Tuesday, March 13, 2018

How Much Government, Really?

So I had the news on in the background while working yesterday, and I was a bit startled -- OK, not so much "startled" as "curious" to see Betsy DeVos being interviewed in regard to the whole school-shooting and gun-control topic.

Now Betsy DeVos, as you know, is the secretary, the person in charge, at the Department of Education.  I assume, since she was actually on the air and discussing the issue, that her department is going to have some non-trivial association with whatever solution Congress is going to come up with, to address the terrible situation with school shootings.

But my reaction was different.

You see, any time I see the Department of Education (or Energy, for that matter, or several other Federal entities) quoted as having done anything, or its leadership quoted as having said anything, I apply a filter. 

I don't believe, you see, that there is a need for a Federal Department of Education, since the Constitution was pretty specific about the role of the Federal government vis-a-vis the States, and the Tenth Amendment assigns that role -- because it is not specifically given to the Federal government -- to the States as a "power not delegated."

I particularly feel that way about education, because education in the 1780s, when the Constitution was drafted, is fundamentally the same as education today.  Children go to school, and they are taught what is determined, at the appropriate level of government, what they need to know.

The Founders felt that the specific decision of what is to be taught rests with the local authorities, not the Federal ones, presumably so it can be best influenced by parents.  That is why education was not made a Federal responsibility and was, by the Tenth Amendment, barred from being a Federal one.  Whatever has changed over the years in terms of what classes' content is, the Constitution still applies, to me, for that very reason -- more so even than Energy, which was not an issue in 1789 in remotely the same way.

Feeling that way, I saw Mrs. DeVos and immediately thought, "That's not her job as Secretary, it is a law-enforcement issue and should be under the purview of the Department of Justice.  Justice yes, Education no.  Now, since we have such a department, I get that she is not exactly uninvolved, and would expect to have to provide input, but I think any initiatives need to rest solely within Justice.

We have a Special Counsel investigation into Russian collusion with the Trump campaign, an investigation which is certainly, at this point, wasting taxpayer money by its existence, having found exactly no such collusion.  Yet we also have committees in the House (which finally, mercifully dismissed the whole thing just last night), and in the Senate doing exactly the same thing, and I believe that Justice is doing stuff in that area as well.
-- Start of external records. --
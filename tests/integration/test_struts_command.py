"""The command that ranks struts, on two small folded channels."""

from __future__ import annotations

import json

import pytest
from typer.testing import CliRunner

from tests.integration.small_dossier import FIRST, SECOND, write_small
from tests.sentences import unfounded
from viewer.cli import app
from viewer.workspace import Workspace
from viewer.workspace.trials import try_struts


def run(*arguments: object):
    return CliRunner().invoke(app, [str(each) for each in arguments])


@pytest.fixture(scope="module")
def folder(tmp_path_factory):
    path = write_small(tmp_path_factory.mktemp("struts") / "two channels")
    text = (path / "dossier.toml").read_text(encoding="utf-8")
    box = '\n[[clearances]]\nname = "cable"\nbox = [[-1000, -1000, -1000], [100, 1000, 1000]]\n'
    (path / "dossier.toml").write_text(text + box, encoding="utf-8")
    return path


def test_figures_as_json_are_those_of_the_finding(folder):
    result = run("struts", folder, "--json", "--top", 3)
    assert result.exit_code == 0, result.output
    facts = json.loads(result.stdout)
    assert (facts["design"], facts["mode"]) == (FIRST, 1)
    assert not unfounded(facts["sentence"], facts)
    assert facts["left_out"]["passes a forbidden volume"] > 0
    assert len(facts["struts"]) == 3 and all(each["resolved"] for each in facts["struts"])
    for each in facts["struts"]:
        assert all(end["centre_m"][0] > 0.1 for end in (each["from"], each["to"]))
        assert each["predicted"]["frequency_hz"] == pytest.approx(each["resolved"]["frequency_hz"], rel=0.02)
    found = try_struts(Workspace(cache=None).open(folder), FIRST, top=3)
    assert found.sentence == facts["sentence"]


def test_a_table_for_reading_and_one_for_a_file(folder, tmp_path):
    table = tmp_path / "struts.json"
    options = ("--design", SECOND, "--mode", 3, "--stiffness", 2e5, "--top", 4, "--no-resolve", "--out", table)
    result = run("struts", folder, *options)
    assert result.exit_code == 0, result.output
    rows = json.loads(table.read_text(encoding="utf-8"))
    rows = rows if isinstance(rows, list) else rows["rows"]
    assert [row["strut"] for row in rows] == [1, 2, 3, 4]
    assert {row["stiffness_nperm"] for row in rows} == {2e5} and {row["resolved_hz"] for row in rows} == {None}
    assert result.stdout.startswith("Mode 3: ") and "Stiffness: as given." in result.stdout


@pytest.mark.parametrize(
    ("options", "code", "words"),
    [
        (("--design", "third"), 1, "no design named 'third'"),
        (("--stiffness", -1), 1, "positive stiffness"),
        (("--mode", 0), 2, "--mode"),
        (("--out", "x.xls"), 1, "x.xls"),
    ],
)
def test_mistakes_are_one_clear_line(folder, options, code, words):
    result = run("struts", folder, "--no-resolve", *options)
    assert result.exit_code == code
    assert words in result.output and "Traceback" not in result.output
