"""Which measured mode is which mode of the model, how well they agree, and which ones the points cannot tell apart.

Shapes are compared at the channels of the test, where nothing weighs them by mass unless a reduced mass is given, so
that different modes may look alike there. Such modes are named, since no comparison at these points can decide
between them (DESIGN §6 "Correlate").
"""

from __future__ import annotations

from collections.abc import Sequence
from dataclasses import dataclass
from typing import Any

import numpy as np
from scipy.sparse.csgraph import connected_components

from viewer.errors import InputError
from viewer.insight.correlate import auto_mac, comac, cross_orthogonality, ecomac, modal_scale_factor
from viewer.insight.hammer_words import sentence_of
from viewer.insight.pairing import ModePair, close_groups, group_shares, pair_vectors
from viewer.insight.phase import collinearity, phase_deviation_deg
from viewer.model.arrays import Array, frozen
from viewer.model.testset import TestSet

# MAC of two modes of the model at the channels from which on the points cannot tell them apart: a measured shape must
# then be within 9° of the right one, half the angle between the two, to be nearer to it for certain
ALIKE = 0.9
RUNNER_UP = 0.9  # of the agreement with the partner: another mode that agrees so well makes the pair doubtful
_RIGID = 1e-3  # of the highest computed frequency, below which a computed mode is a motion of the whole body
# of the scale on which 1 is the other way at full size, and times the median: a channel that stands out
_POOR, _OUTSTANDING = 0.1, 4.0
CLEAN = 0.1  # product through the reduced mass between different modes, at most (common practice, no source)


@dataclass(frozen=True)
class TestPair:
    """One mode, measured or computed, and its counterpart. Numbers from 1; None where there is none.

    kind        "paired", "unpaired", or "beyond" (unpaired, near or above the highest frequency of the other side)
    mac         of the two at the channels used; of the best candidate where there is no counterpart
    subspace    least cos² of the angles between the groups of close modes both belong to, None without close company
    group       numbers of the measured and of the computed modes in that comparison
    scale       what the computed shape is multiplied by to come closest to the measured one (modal scale factor)
    mixture     computed modes (number, factor) that come closest together: those of the group; the partner alone else
    runner_up   number of the next computed mode and its MAC, None when there is none
    cross       product through the reduced mass, 0…1, None without one
    alike       numbers of the computed modes that look like the partner at these points
    collinearity, phase_deviation_deg  of the measured shape
    """

    kind: str
    test: int | None
    analysis: int | None
    test_hz: float | None
    analysis_hz: float | None
    mac: float
    name: str = ""
    damping: float | None = None
    subspace: float | None = None
    group: tuple[tuple[int, ...], tuple[int, ...]] = ((), ())
    scale: complex = 0j
    mixture: tuple[tuple[int, complex], ...] = ()
    runner_up: tuple[int, float] | None = None
    cross: float | None = None
    alike: tuple[int, ...] = ()
    collinearity: float | None = None
    phase_deviation_deg: float | None = None

    __test__ = False

    @property
    def agreement(self) -> float:
        """MAC, or the comparison of subspaces where the modes have close company."""
        return self.mac if self.subspace is None else self.subspace

    @property
    def doubtful(self) -> bool:
        """Whether these points could as well speak for another computed mode."""
        close = self.runner_up is not None and self.runner_up[1] >= RUNNER_UP * max(self.mac, 1e-300)
        return self.kind == "paired" and (bool(self.alike) or close)

    def to_dict(self) -> dict[str, Any]:
        change = None
        if self.test_hz and self.analysis_hz:  # a rigid motion of the model has no frequency to compare
            change = 100 * (self.analysis_hz / self.test_hz - 1)
        paired = self.kind == "paired"
        return {
            "kind": self.kind,
            "test_mode": self.test,
            "analysis_mode": self.analysis,
            "name": self.name or None,
            "test_hz": self.test_hz,
            "analysis_hz": self.analysis_hz,
            "change_percent": change,
            "damping_ratio": self.damping,
            "mac": self.mac,
            "agreement": self.agreement,
            "subspace_agreement": self.subspace,
            "close_modes_test": list(self.group[0]),
            "close_modes_analysis": list(self.group[1]),
            "scale": abs(self.scale) if paired else None,
            "scale_phase_deg": float(np.degrees(np.angle(self.scale))) if paired else None,
            "next_best_mode": None if self.runner_up is None else self.runner_up[0],
            "next_best_mac": None if self.runner_up is None else self.runner_up[1],
            "cross_orthogonality": self.cross,
            "doubtful": self.doubtful,
            "looks_like": list(self.alike),
            "phase_collinearity": self.collinearity,
            "phase_deviation_deg": self.phase_deviation_deg,
        }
Now I have a friend, Al Graham, who was a fraternity brother in the Phi Delt house at MIT, a couple years older than I.  He was an All-American swimmer as an undergrad, and one of my favorite guys in the house, a reason I pledged there.  A group of us, back then, were watching the 1972 Olympics together, when the exploits of Mark Spitz, the multi-gold medal swimmer came up.

Al had a very understated sense of humor when he chose, and this time he drily suggested that seven gold medals meant that there was too much going on.  "There should be one medal for 'swimming'", he insisted, "and one medal for 'running', and one for 'jumping'".  It seemed far too complex, he insisted, to have so many competitions for what seemed to be the same actual sport in his eyes.

I don't know what Al would think today, but his words came back to me when I thought about how taxpayers were paying for too many different entities to do the same thing, when only one of them -- the best-qualified and most constitutionally-suitable -- should be doing so.  There should be one committee to investigate X, I'm sure he would say, and another to investigate Y, and one Cabinet department to do Z.  If we are talking about crime, it is the Justice Department ... period.

Maybe Al should have been president.  Or maybe the fellow running things from the White House today, who appears very open to that kind of efficiency with tax dollars, well, maybe he could start turning even more of that kind of thinking into refining duplicative efforts.

Or maybe Congress just needs to read this column a bit more.